_TASK GOAL_.
Check each line of the material for "estimate" and report how many lines have it, with nothing added.

_EXTRACTED ENTRIES_.

BEGIN

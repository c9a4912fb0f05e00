// Everything a report shows, gathered before the page is written (report_build.h gathers it
// from clouds and a sweep; report_html.h writes it). Plain data: the writer computes nothing.
#pragma once

#include <Eigen/Core>
#include <nlohmann/json.hpp>
#include <string>
#include <vector>

#include "cloud/cloud.h"
#include "base/params.h"
#include "measures/result.h"
#include "sweep/findings.h"
#include "sweep/sweep_result.h"

namespace barrow {

struct ReportCloud {
  Cloud cloud;
  std::string file;    // the path it was read from; "" when it came from a session
  std::string sha256;  // of the cloud as CSV text (formatCloudCsv), hex
};

struct ReportInput {
  std::string title;        // the scenario's name (user text: escaped on output)
  std::string created;      // UTC, ISO 8601
  std::string version;      // Barrow's version
  std::string sessionFile;  // the session the report was made from, "" when from cloud files
  ReportCloud a, b;
  ParamSet params;          // the user's settings (group.key = value), as given
  SweepResult sweep;
  std::vector<Finding> findings;
  nlohmann::json measures = nlohmann::json::array();  // rows of `measure --json` (A as given vs B)
  std::vector<PlanEntry> referencePlan;  // exact W2 plan between A at the reference θ and B
  std::string referencePlanNote;         // why there is none, when empty
  std::vector<PlanEntry> familyPlan;     // the plan `interpolate` moves A along (else empty)
  Eigen::Vector2d pivot{0.0, 0.0};       // rotate/scale pivot as the family map uses it
  std::vector<std::string> commands;     // barrow-cli lines that reproduce the numbers
};

}  // namespace barrow
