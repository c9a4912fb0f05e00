#!/usr/bin/python3
"""Peer for bench_critic: the same gradient-penalty critic loop in PyTorch on the CPU.

2-64-64-1 ReLU network in float64 (as Barrow's), two clouds of 2000 points N(0, I) and
N((1.5, 0), I) (NumPy's generator, seeded), uniform weights, batch 256 drawn from each cloud
with replacement per step, interpolates x_hat = e x + (1 - e) y with e ~ U[0,1], loss
-(mean f(x) - mean f(y)) + 10 * mean((|grad f(x_hat)| - 1)^2) with create_graph=True, Adam
(lr 1e-4, betas (0, 0.9)). Gulrajani et al. 2017, Alg. 1 (tests/REFERENCES.md, Critic C3).

Prints one JSON object: steps, threads, wall seconds, CPU seconds (process time), the final
full-data estimate. `--threads 1` matches Barrow's single-threaded loop; `--float32` runs
torch's default precision.

    /usr/bin/python3 tests/bench/peer_critic.py --steps 1000 --threads 1
"""
import argparse
import json
import time

import numpy as np
import torch


def main():
    ap = argparse.ArgumentParser()
    ap.add_argument("--steps", type=int, default=1000)
    ap.add_argument("--batch", type=int, default=256)
    ap.add_argument("--n", type=int, default=2000)
    ap.add_argument("--threads", type=int, default=1)
    ap.add_argument("--float32", action="store_true")
    ap.add_argument("--seed", type=int, default=1)
    args = ap.parse_args()

    torch.set_num_threads(args.threads)
    dtype = torch.float32 if args.float32 else torch.float64
    torch.manual_seed(args.seed)
    rng = np.random.default_rng(args.seed)
    x = torch.tensor(rng.standard_normal((args.n, 2)), dtype=dtype)
    y = torch.tensor(rng.standard_normal((args.n, 2)) + np.array([1.5, 0.0]), dtype=dtype)

    net = torch.nn.Sequential(torch.nn.Linear(2, 64), torch.nn.ReLU(), torch.nn.Linear(64, 64), torch.nn.ReLU(),
                              torch.nn.Linear(64, 1)).to(dtype)
    opt = torch.optim.Adam(net.parameters(), lr=1e-4, betas=(0.0, 0.9))
    m = args.batch

    wall0, cpu0 = time.perf_counter(), time.process_time()
    for _ in range(args.steps):
        xb = x[torch.randint(0, args.n, (m,))]
        yb = y[torch.randint(0, args.n, (m,))]
        e = torch.rand(m, 1, dtype=dtype)
        xh = (e * xb + (1 - e) * yb).requires_grad_(True)
        fh = net(xh)
        g = torch.autograd.grad(fh.sum(), xh, create_graph=True)[0]
        loss = -(net(xb).mean() - net(yb).mean()) + 10.0 * ((g.norm(dim=1) - 1) ** 2).mean()
        opt.zero_grad(set_to_none=True)
        loss.backward()
        opt.step()
    wall, cpu = time.perf_counter() - wall0, time.process_time() - cpu0
    with torch.no_grad():
        estimate = float(net(x).mean() - net(y).mean())
    print(json.dumps({"steps": args.steps, "batch": m, "threads": args.threads, "dtype": str(dtype),
                      "wall_seconds": wall, "cpu_seconds": cpu, "estimate": estimate}))


if __name__ == "__main__":
    main()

END

_EXERCISE ANSWER_.
3